In un panorama sempre più sofisticato di minacce informatiche, il phishing continua a essere il metodo di attacco più semplice e più efficace. Secondo il report annuale pubblicato da Netskope, nel 2024 oltre otto dipendenti su mille hanno cliccato ogni mese su un link di phishing, quasi il triplo rispetto al 2023. Nonostante investimenti in sicurezza e formazione, le trappole digitali fanno ancora presa, soprattutto quando sfruttano fiducia, stanchezza mentale e routine lavorative.

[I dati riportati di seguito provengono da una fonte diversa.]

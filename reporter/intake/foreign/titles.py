"""What the lines above a table and the name of a folder say of unit, facility and analyzers, against the test."""

from __future__ import annotations

import re
from collections.abc import Iterator, Sequence
from itertools import pairwise
from typing import Any

from reporter.intake.foreign.grid import Grid, Page
from reporter.intake.foreign.tables import Table, at, blank
from reporter.intake.foreign.words import folded, title_kind, units_in
from reporter.intake.table import clean, show
from reporter.problems import Place, Problem, problem

#: Items of the sheet Test that a kind of title names.
_ITEMS = {"unit": ("unit_tested", "stack"), "facility": ("facility", "client", "facility_address")}
#: A word that tells two names apart has so many letters.
_TELLING = 3


def strangers(
    grid: Grid, tables: Sequence[Table], test: dict[str, Any], known: Sequence[str], serials: Sequence[str] = ()
) -> list[Problem]:
    """The titles of a file that name another unit, facility or analyzer than the field workbook.

    Parameters
    ----------
    grid, tables
        The file and its tables; only what stands above the first table of a sheet is a title.
    test
        The items of the sheet Test.
    known
        Titles that the mapping says are of this test.
    serials
        The serial numbers of the sheet Channels.
    """
    found = []
    own = {folded(text) for text in known}
    for page in grid.pages:
        first = min((table.header_rows[0] for table in tables if table.page is page), default=0)
        for kind, text, place in _titles(grid, page, first):
            if kind == "serial":
                if serials and not {folded(text), _joined(text)} & {*own, *map(_joined, serials)}:
                    expected = f"{', '.join(dict.fromkeys(serials))}, as on the sheet Channels"
                    found.append(problem("file-of-another-test", place, f"analyzer {text!r}", expected=expected))
                continue
            names = [given.value for item in _ITEMS[kind] if (given := test.get(item)) is not None]
            if names and folded(text) not in own and not any(_alike(text, name) for name in names):
                expected = f"{names[0]}, as on the sheet Test"
                found.append(problem("file-of-another-test", place, f"{kind} {text!r}", expected=expected))
    return found


def strange_folder(name: str, test: dict[str, Any], known: Sequence[str]) -> list[Problem]:
    """That a folder is named by another unit than that of the sheet Test, as in ``boiler_7``; a date is no number."""
    names = [given.value for item in _ITEMS["unit"] if (given := test.get(item)) is not None]
    words = re.findall(r"[a-z]+|\d+", folded(name))
    titles = [f"{label} {number}" for label, number in pairwise(words) if title_kind(label) == "unit"]
    strange = [title for title in titles if re.search(r" \d{1,3}$", title)]
    own = {folded(text) for text in known}
    if not names or not strange or any(title in own or _alike(title, own_) for title in strange for own_ in names):
        return []
    expected = f"{names[0]}, as on the sheet Test"
    return [problem("file-of-another-test", Place(name), f"a folder named {strange[0]!r}", expected=expected)]


def _joined(text: str) -> str:
    """A serial number without blanks and marks."""
    return "".join(mark for mark in folded(text) if mark.isalnum())


def _titles(grid: Grid, page: Page, end: int) -> Iterator[tuple[str, str, Place]]:
    """Kind, text and place of each title: a label and its text in one cell, or in two beside each other."""
    for row in range(end):
        cells = page.rows[row] if row < len(page.rows) else ()
        filled = [n for n, cell in enumerate(cells) if not blank(cell)]
        for number, column in enumerate(filled):
            cell = at(cells, column)
            if not isinstance(cell, str):
                continue
            label, mark, text = (part.strip() for part in clean(cell).partition(":"))
            if not text and number + 1 < len(filled):
                beside = at(cells, filled[number + 1])
                text = show(beside)
            kind = title_kind(label)
            if kind and text and (mark or number == 0) and not units_in(text):
                yield kind, text, grid.place(page, row, column)


def _alike(one: str, two: str) -> bool:
    """Whether two names may be those of one thing: by their numbers where both have some, else by a word of both."""
    first, second = (set(re.findall(r"\d+|[a-z]+", folded(text))) for text in (one, two))
    numbers = [{word.lstrip("0") or "0" for word in words if word.isdigit()} for words in (first, second)]
    if all(numbers):
        return bool(numbers[0] & numbers[1])
    if any(numbers):
        return True
    telling = [{word for word in words if len(word) >= _TELLING} for words in (first, second)]
    return not all(telling) or bool(telling[0] & telling[1])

Il phishing non arriva più soltanto via email. Sempre più spesso, i link malevoli vengono inseriti all’interno di risultati di ricerca manipolati (SEO poisoning), in forum, social media o pubblicità ingannevoli. In particolare, le campagne che imitano fornitori di servizi cloud (strumenti usati quotidianamente dai dipendenti) sono quelle che registrano il maggior numero di clic (27%). A seguire, le “finte” banche (17%), operatori telefonici (13%) e social network (11%).
Il successo di questi attacchi si basa anche su meccanismi psicologici semplici: bias cognitivi, carico decisionale e fiducia automatica verso ambienti digitali familiari. La pressione continua, unita a training poco incisivi e alla mancanza di feedback in tempo reale, indebolisce la capacità di riconoscere un tentativo di inganno.
Le soluzioni, però, esistono. Come l’integrazione di alert istantanei, veri e propri “coach digitali”, che bloccano comportamenti rischiosi prima che causino danni: nel 73% dei casi gli utenti si fermano di fronte a un messaggio di avvertimento. A questo si devono affiancare misure tecniche come l’ispezione del traffico cloud e web, il blocco delle applicazioni inutili, l’analisi dei file sospetti e l’adozione di sistemi come il Remote Browser Isolation.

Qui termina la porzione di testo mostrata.